Computed tomography (CT) scans, also called computerized axial tomography (CAT) scans, are a medical imaging method that uses X-rays to generate detailed cross-sectional images of the body. These image "slices" are used to detect broken bones, cancers, blood clots, signs of heart disease and internal bleeding and to guide biopsies.

How You Benefit

CT scanning is fast, painless and usually noninvasive. Compared to regular X-rays, a CT scan provides extremely detailed high-resolution images, and it captures organs, bones, soft tissue and blood vessels all at the same time. This highly detailed and precise imagery helps doctors diagnose your condition more accurately.

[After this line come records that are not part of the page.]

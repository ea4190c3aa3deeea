"""What the controller's switch, diode and current sensor must handle, shared by the controller
rules so that they agree: the per-motor current limit and the highest cold stall current on the
full pack; plus the small readers and rounding rules the three use alike.
"""

from __future__ import annotations

import math
from dataclasses import dataclass

import pint

from reviewer import figures
from reviewer.build import Build, MotorType
from reviewer.findings import Source
from reviewer.profile import Limit
from reviewer.units import in_unit, unit

_A = unit("A")
_DEGC = unit("degC")
STALL = Source.from_memory(
    "Chapman, Electric Machinery Fundamentals: a locked rotor draws V / R_loop (cold resistance "
    "for the highest current)"
)


@dataclass(frozen=True)
class Stall:
    """The highest per-motor cold stall current on the full pack, and whose it is."""

    current: float  # A
    motor: str


def _stall_loop(build: Build) -> figures.StallLoop | None:
    return figures.stall_loop(build)  # remembered there for the next rule on the same build


def current_limit(build: Build) -> float | None:
    """The most current the switch, freewheel path and sensor carry while the controller's
    limits hold, in A: per motor the locked-rotor motor current with both limits acting
    (``figures.stall_point``: the battery limit alone still lets sqrt(I_b V / R) into a locked
    motor), as the phase current for a brushless drive; the highest over the motors. None when
    nothing limits current, or when only a battery limit is given and the stall loop is
    unknown."""
    if not figures.any_limit(build) or not build.motors:
        return None
    amps = []
    for motor in build.motors:
        point = figures.stall_point(build, motor.name)
        if point is not None:
            dc = point.motor_current
        else:
            limit = figures.motor_limit(build, motor)
            if limit is None:
                return None
            dc = limit.high
        amps.append(figures.phase_conductor_current(build, motor, dc))
    return max(amps)


def worst_stall(build: Build, brushed_only: bool = False) -> Stall | None:
    """The largest per-motor stall current from the shared stall loop, or None if unknown."""
    loop = _stall_loop(build)
    if loop is None:
        return None
    names = {m.name for m in build.motors if not brushed_only or m.type is MotorType.BRUSHED}
    if not names:
        return None
    name = max(names, key=lambda n: (loop.branch_current[n], n))
    return Stall(loop.branch_current[name], name)


def stall_missing(build: Build) -> tuple[str, ...]:
    """The build fields the stall current needs that are absent."""
    missing = [] if build.battery is not None else ["battery"]
    if not build.motors:
        missing.append("motors")
    missing += [
        f"motors[{i}].winding_resistance"
        for i, motor in enumerate(build.motors)
        if motor.winding_resistance is None
    ]
    return tuple(missing)


def controller_missing(build: Build, fields: tuple[str, ...]) -> list[str]:
    """``controller.<field>`` for each of ``fields`` the build leaves absent."""
    controller = build.controller
    return [
        f"controller.{name}"
        for name in fields
        if controller is None or getattr(controller, name) is None
    ]


def number(limit: Limit) -> float:
    """A profile limit that must be a plain number (a factor, a tolerance)."""
    if isinstance(limit.value, bool | str):
        raise TypeError(f"profile limit {limit.key} must be a number")
    if isinstance(limit.value, float | int):
        return float(limit.value)
    return float(limit.value.m_as("dimensionless"))


def magnitude(value: pint.Quantity, unit: pint.Unit) -> float:
    """Magnitude in ``unit``, skipping pint's conversion when the quantity is already in it
    (build fields arrive in fixed units, so this is the usual case)."""
    return in_unit(value, unit)


def ambient(build: Build, default: Limit) -> float:
    """The build's ambient temperature in degC, else the profile default (as
    ``figures.ambient_temperature``, without pint's conversion)."""
    given = build.usage.ambient_temperature
    return magnitude(given if given is not None else default.quantity, _DEGC)


def floor_tenth(value: float) -> float:
    """Round down to 0.1: a remedy ceiling must itself pass when re-checked."""
    return math.floor(value * 10.0 + 1e-9) / 10.0


def ceil_whole(value: float) -> int:
    """Round up to a whole unit: a remedy rating must itself pass when re-checked."""
    return math.ceil(value - 1e-9)


def floor_significant(value: float, digits: int = 2) -> float:
    """Round down to ``digits`` significant figures (a thermal resistance for a remedy)."""
    if value <= 0 or not math.isfinite(value):
        return value
    scale = 10.0 ** (digits - 1 - math.floor(math.log10(value)))
    return math.floor(value * scale + 1e-9) / scale
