"""IP codes against IEC 60529: digit meanings, which code meets which, and what is not a code."""

from __future__ import annotations

import pytest
from pydantic import ValidationError

from reviewer.engineering.ingress import (
    SOLIDS,
    WATER,
    describe_code,
    parse_ip_code,
    required_code_text,
)
from reviewer.testing import make_build

# --- digit meanings ---------------------------------------------------------------------------


@pytest.mark.parametrize(
    ("digit", "words"),
    [
        (0, "not protected"),  # IEC 60529, clause 5
        (1, "50 mm"),  # IEC 60529, clause 5
        (2, "12.5 mm"),  # IEC 60529, clause 5 (a finger)
        (3, "2.5 mm"),  # IEC 60529, clause 5
        (4, "1.0 mm"),  # IEC 60529, clause 5
        (5, "dust-protected"),  # IEC 60529, clause 5
        (6, "dust-tight"),  # IEC 60529, clause 5
    ],
)
def test_solids_digit_meaning(digit: int, words: str) -> None:
    assert words in SOLIDS[digit]
    code = parse_ip_code(f"IP{digit}X")
    assert code.solids == digit
    assert code.water is None
    assert words in describe_code(code)


def test_solids_digits_stop_at_six() -> None:
    assert sorted(SOLIDS) == list(range(7))  # IEC 60529, clause 5: digits 0 to 6


@pytest.mark.parametrize(
    ("digit", "words"),
    [
        (0, "not protected"),  # IEC 60529, clause 6
        (1, "vertically falling drops"),  # IEC 60529, clause 6
        (2, "15 degrees"),  # IEC 60529, clause 6
        (3, "60 degrees"),  # IEC 60529, clause 6
        (4, "splashing"),  # IEC 60529, clause 6
        (5, "6.3 mm nozzle, 12.5 l/min"),  # IEC 60529, clause 6
        (6, "12.5 mm nozzle, 100 l/min"),  # IEC 60529, clause 6
        (7, "30 min at 1 m"),  # IEC 60529, clause 6
        (8, "continuous immersion"),  # IEC 60529, clause 6
        (9, "high-pressure, high-temperature"),  # IEC 60529, clause 6
    ],
)
def test_water_digit_meaning(digit: int, words: str) -> None:
    assert words in WATER[digit]
    code = parse_ip_code(f"IPX{digit}")
    assert code.water == digit
    assert code.solids is None
    assert words in describe_code(code)


# --- which code meets which -------------------------------------------------------------------


@pytest.mark.parametrize("held", range(7))
def test_solids_digit_implies_every_lower_one(held: int) -> None:
    code = parse_ip_code(f"IP{held}0")
    for required in range(7):  # IEC 60529, clause 5: a digit implies the lower ones
        assert code.meets_solids(required) is (required <= held)


@pytest.mark.parametrize("held", range(7))
def test_water_digit_up_to_six_implies_every_lower_one(held: int) -> None:
    code = parse_ip_code(f"IP0{held}")
    for required in range(7):  # IEC 60529, clause 6: up to 6 a digit implies the lower ones
        assert code.meets_water(required) is (required <= held)


def test_ipx6_meets_ipx4() -> None:
    assert parse_ip_code("IPX6").meets_water(4)  # IEC 60529, clause 6


@pytest.mark.parametrize("immersion", ["IPX7", "IPX8"])
def test_immersion_does_not_meet_jets(immersion: str) -> None:
    code = parse_ip_code(immersion)
    assert not code.meets_water(5)  # IEC 60529, clause 6: 7 and 8 do not imply 5 or 6
    assert not code.meets_water(6)  # IEC 60529, clause 6
    assert code.immersion_only


def test_jets_do_not_meet_immersion() -> None:
    assert not parse_ip_code("IPX6").meets_water(7)  # IEC 60529, clause 6
    assert not parse_ip_code("IPX5").meets_water(8)  # IEC 60529, clause 6


def test_ipx9_implies_neither_jets_nor_immersion() -> None:
    code = parse_ip_code("IPX9")
    assert code.meets_water(9)  # IEC 60529, clause 6
    assert not code.meets_water(5)  # IEC 60529, clause 6: 9 does not imply 5 or 6
    assert not code.meets_water(6)
    assert not code.meets_water(7)


def test_immersion_is_read_as_covering_splashing() -> None:
    # Reading chosen by this tool (IEC 60529 says only that 7-9 do not imply 5 or 6): an
    # immersion rating is taken to cover drips, spray and splashing.
    assert parse_ip_code("IPX7").meets_water(4)  # from memory
    assert parse_ip_code("IPX8").meets_water(7)  # IEC 60529: the 8 test is more severe than 7


def test_dual_marking_claims_both() -> None:
    code = parse_ip_code("IPX5/IPX7")
    assert code.meets_water(5)  # IEC 60529, clause 6: dual marking claims both codes
    assert code.meets_water(7)
    assert code.meets_water(4)
    assert not code.meets_water(6)  # neither mark covers powerful jets
    assert code.water_marks == (5, 7)
    assert not code.immersion_only


def test_dual_marking_keeps_the_best_solids_digit() -> None:
    code = parse_ip_code("IP65/IP67")
    assert code.solids == 6
    assert code.meets(parse_ip_code("IP55")) == (True, True)  # IEC 60529, clauses 5 and 6


def test_x_digits_meet_nothing_above_zero() -> None:
    code = parse_ip_code("IPXX")
    assert code.meets_solids(0) and code.meets_water(0)  # IEC 60529: X = not tested
    assert not code.meets_solids(1)
    assert not code.meets_water(1)
    assert not code.water_protected
    assert not parse_ip_code("IP2X").meets_water(1)
    assert not parse_ip_code("IPX4").meets_solids(1)


def test_water_digit_zero_is_no_protection() -> None:
    assert not parse_ip_code("IP60").water_protected  # IEC 60529, clause 6: 0 not protected
    assert parse_ip_code("IP61").water_protected


def test_meets_reports_each_digit_separately() -> None:
    minimum = parse_ip_code("IP55")
    assert parse_ip_code("IP54").meets(minimum) == (True, False)  # IEC 60529, clauses 5 and 6
    assert parse_ip_code("IP45").meets(minimum) == (False, True)
    assert parse_ip_code("IP66").meets(minimum) == (True, True)
    assert parse_ip_code("IPX7").meets(minimum) == (False, False)
    assert parse_ip_code("IP67").meets(parse_ip_code("IP2X")) == (True, True)


@pytest.mark.parametrize("required", [-1, 10])
def test_water_requirement_outside_the_digits_is_an_error(required: int) -> None:
    with pytest.raises(ValueError, match="0 to 9"):
        parse_ip_code("IPX4").meets_water(required)


def test_solids_requirement_outside_the_digits_is_an_error() -> None:
    with pytest.raises(ValueError, match="0 to 6"):
        parse_ip_code("IP4X").meets_solids(7)


# --- optional letters and spelling ------------------------------------------------------------


def test_additional_letter() -> None:
    code = parse_ip_code("IP20D")  # IEC 60529: additional letter A-D (access by a wire)
    assert (code.solids, code.water, code.additional, code.supplementary) == (2, 0, "D", "")


def test_supplementary_letter() -> None:
    code = parse_ip_code("IP54M")  # IEC 60529: supplementary letter M (moving during test)
    assert (code.solids, code.water, code.additional, code.supplementary) == (5, 4, "", "M")


def test_additional_and_supplementary_letters_together() -> None:
    code = parse_ip_code("IPX3CHW")  # IEC 60529: supplementary letters in alphabetical order
    assert (code.additional, code.supplementary) == ("C", "HW")


def test_case_and_spaces_are_forgiven() -> None:
    assert parse_ip_code(" ip 54 ").text == "IP54"
    assert parse_ip_code("IPX5/X7").water_marks == (5, 7)


# --- what is not an IP code -------------------------------------------------------------------


@pytest.mark.parametrize(
    "text",
    [
        "IP",  # no digits
        "54",  # no IP prefix
        "IPA4",  # a letter where the solids digit goes
        "IP5",  # one digit only
        "IP545",  # three digits
        "IPXA",  # a letter where the water digit goes
        "IP54E",  # E is neither an additional nor a supplementary letter
        "IP54MM",  # supplementary letter twice
        "IP54SM",  # supplementary letters out of alphabetical order
        "IPX5/",  # dual marking with an empty half
        "",
    ],
)
def test_malformed_codes_are_rejected(text: str) -> None:
    with pytest.raises(ValueError, match="IP code"):
        parse_ip_code(text)


@pytest.mark.parametrize("text", ["IP7X", "IP84", "IP9X"])
def test_solids_digit_above_six_is_rejected(text: str) -> None:
    with pytest.raises(ValueError, match="0 to 6"):  # IEC 60529, clause 5: first digit max 6
        parse_ip_code(text)


def test_build_rejects_a_malformed_code_at_load_time() -> None:
    with pytest.raises(ValidationError, match="0 to 6"):
        make_build({"enclosure": {"battery_ip": "IP7X"}})
    build = make_build({"enclosure": {"battery_ip": "IPX5/IPX7"}})
    assert build.enclosure is not None and build.enclosure.battery is not None
    assert build.enclosure.battery.meets_water(5)


# --- remedy wording ---------------------------------------------------------------------------


def test_jets_requirement_warns_about_immersion_only_parts() -> None:
    text = required_code_text(parse_ip_code("IP55"))
    assert text.startswith("an enclosure rated IP55 or better")
    assert "IPX7 alone does not cover jets" in text  # IEC 60529, clause 6
    assert "IPX5/IPX7" in text


def test_immersion_requirement_warns_about_jets_only_parts() -> None:
    text = required_code_text(parse_ip_code("IP67"))
    assert "does not cover immersion" in text  # IEC 60529, clause 6
    assert "IPX7" not in required_code_text(parse_ip_code("IP44"))
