def _rating_findings(build: Build) -> Iterator[Finding]:
    limit = current_limit(build)
    if limit is None:
        return
    f = u.format_number
    for index, motor in enumerate(build.motors):
        subject = f"current limit against motor '{motor.name}'"
        if motor.rated_current is None:
            yield Finding(
                severity=Severity.UNASSESSED,
                subject=subject,
                rationale="The motor's rated continuous current is not given, so the current "
                "limit cannot be compared with it.",
                missing=(f"motors[{index}].rated_current",),
                sources=(RATED,),
            )
            continue
        rated = magnitude(motor.rated_current, _A)
        over = limit > rated * (1 + 1e-9)
        if over:
            rationale = (
                f"The {f(limit)} A current limit is above the motor's rated continuous "
                f"{f(rated)} A: held there, its copper loss (I² R) is {f((limit / rated) ** 2)} x "
                "the rated figure; motor.cooling gives the winding temperature that brings."
            )
        else:
            rationale = (
                f"The {f(limit)} A current limit is within the motor's rated continuous "
                f"{f(rated)} A."
            )
        yield Finding(
            severity=Severity.ADVISE if over else Severity.PASS,
            subject=subject,
            rationale=rationale,
            measured=u.quantity(limit, _A),
            limit=u.quantity(rated, _A),
            remedy=(
                f"set controller.motor_current_limit at or below {f(rated)} A, or hold it above "
                "that only for "
                "short bursts the motor.cooling check allows"
                if over
                else None
            ),
            sources=(RATED,),
        )


RULE = Rule(
    id="controller.current-sense",
    title="Current sensor range, averaging window and current limit",
    check=check,
    sources=(SATURATION, WHOLE_PERIODS, RATED, STALL),
    inputs=(
        "controller.current_sensor_range",
        "controller.current_samples_averaged",
        "controller.current_sample_rate",
        "controller.pwm_frequency",
        "controller.motor_current_limit",
        "controller.current_limit_kind",
        "controller.current_limit_response",
        "battery",
        "motors[].winding_resistance",
        "motors[].rated_current",
    ),
    severities=(
        Severity.STOP,
        Severity.FIX,
        Severity.ADVISE,
        Severity.PASS,
        Severity.UNASSESSED,
    ),
)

Advanced Technology for Diagnosis & Treatment

We offer leading-edge 64-slice CT scanning and a large-opening scanner with tumor localization technology. Used with our radiation planning system, the scans can simulate treatment in 3D–allowing for the highest degree of accuracy in radiotherapy.

We also have the technology to combine CT scanning with positron emission tomography (PET) for an even higher-level accuracy and definition in disease diagnosis. Combined PET/CT scans are particularly helpful in pinpointing cancer, providing critical information for differentiating benign and malignant masses, evaluating the effectiveness of radiation and chemotherapy and detecting tumor recurrence earlier. With this combined technology, you can be assured your doctors are basing your care decisions on the most accurate information available.

What to Expect

A CT scan usually takes only 10-15 minutes. Depending on the type of scan, an intravenous (IV) needle may be placed in your hand or arm and used to inject a contrast dye during the test or the contrast may be given orally as a drink.